问题
I am exporting a table in Cloud Bigtable to Cloud Storage by following this link https://cloud.google.com/bigtable/docs/exporting-sequence-files#exporting_sequence_files_2
The bigtable table size is ~300GB and the dataflow pipeline results in this error
An OutOfMemoryException occurred. Consider specifying higher memory instances in PipelineOptions.
java.lang.OutOfMemoryError: Java heap space
at java.util.Arrays.copyOf(Arrays.java:3236)
at java.io.ByteArrayOutputStream.grow(ByteArrayOutputStream.java:118)...
and the error suggests to increase the memory of instance type used for the Dataflow job. I also received a warning saying
Worker machine type has insufficient disk (25 GB) to support this type of Dataflow job. Please increase the disk size given by the diskSizeGb/disk_size_gb execution parameter.
I re-checked the command to run the pipeline here (https://github.com/googleapis/cloud-bigtable-client/tree/master/bigtable-dataflow-parent/bigtable-beam-import) and tried to look for any command line option which helps me to set custom instance type or PD size for the instance but couldn't find any.
By default the instance type is n1-standard-1 and PD Size is 25GB.

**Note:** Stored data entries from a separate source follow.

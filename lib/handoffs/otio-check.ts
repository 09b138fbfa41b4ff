// A checker of the OpenTimelineIO required-field rules, for tests (no OTIO reader runs on Node).
// Source: OpenTimelineIO v0.18.1 schema reader, as summarised in STACK-NOTES.md.

type Json = Record<string, unknown>;
const isObj = (v: unknown): v is Json => typeof v === 'object' && v !== null && !Array.isArray(v);

const required: Record<string, string[]> = {
  'RationalTime.1': ['rate', 'value'],
  'TimeRange.1': ['start_time', 'duration'],
  'Timeline.1': ['tracks'],
  'Stack.1': ['children'],
  'Track.1': ['children', 'kind'],
  'Clip.2': ['media_references', 'active_media_reference_key'],
  'ExternalReference.1': ['target_url'],
  'Marker.2': ['marked_range'],
  'Gap.1': [],
};

/** Every problem found, as "path: message"; [] when the document follows the rules. */
export function checkOtio(doc: unknown, path = '$'): string[] {
  if (Array.isArray(doc)) return doc.flatMap((d, i) => checkOtio(d, `${path}[${i}]`));
  if (!isObj(doc)) return [];
  const errors: string[] = [];
  const schema = doc.OTIO_SCHEMA;
  if (typeof schema === 'string') {
    const fields = required[schema];
    if (!fields) errors.push(`${path}: unknown schema ${schema}`);
    else for (const f of fields) if (!(f in doc)) errors.push(`${path}: ${schema} lacks ${f}`);
    if (schema === 'RationalTime.1' && (typeof doc.rate !== 'number' || typeof doc.value !== 'number' || !(doc.rate > 0))) errors.push(`${path}: rate and value are numbers`);
    if (schema === 'Track.1' && doc.kind !== 'Video' && doc.kind !== 'Audio') errors.push(`${path}: kind is Video or Audio`);
    if (schema === 'Clip.2') {
      const refs = doc.media_references;
      const key = doc.active_media_reference_key;
      if (!isObj(refs) || typeof key !== 'string' || !isObj(refs[key])) errors.push(`${path}: the active media reference exists`);
    }
    if (schema === 'Timeline.1' && (!isObj(doc.tracks) || doc.tracks.OTIO_SCHEMA !== 'Stack.1')) errors.push(`${path}: tracks is a Stack.1`);
    if (schema === 'ExternalReference.1' && typeof doc.target_url !== 'string') errors.push(`${path}: target_url is a string`);
  }
  for (const [k, v] of Object.entries(doc)) errors.push(...checkOtio(v, `${path}.${k}`));
  return errors;
}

Is there any parameter to pass during job creation which would help me to escape this error? If yes, what are they?
回答1:
I found the parameters to select custom PD size and instance type. It is
--diskSizeGb=[Disk_size_in_GBs] --workerMachineType=[GCP_VM_machine_type]
For my case I used
--diskSizeGb=100 --workerMachineType=n1-highmem-4
These parameters are part of PipelineOptions class for defining execution time parameters. You can refer more parameters here https://beam.apache.org/releases/javadoc/2.3.0/org/apache/beam/runners/dataflow/options/DataflowPipelineWorkerPoolOptions.html
But since I had set --maxNumWorkers to 30 for autoscaling I ran into some Quota issues which will prevent your job from autoscaling and will be slowed down but no errors.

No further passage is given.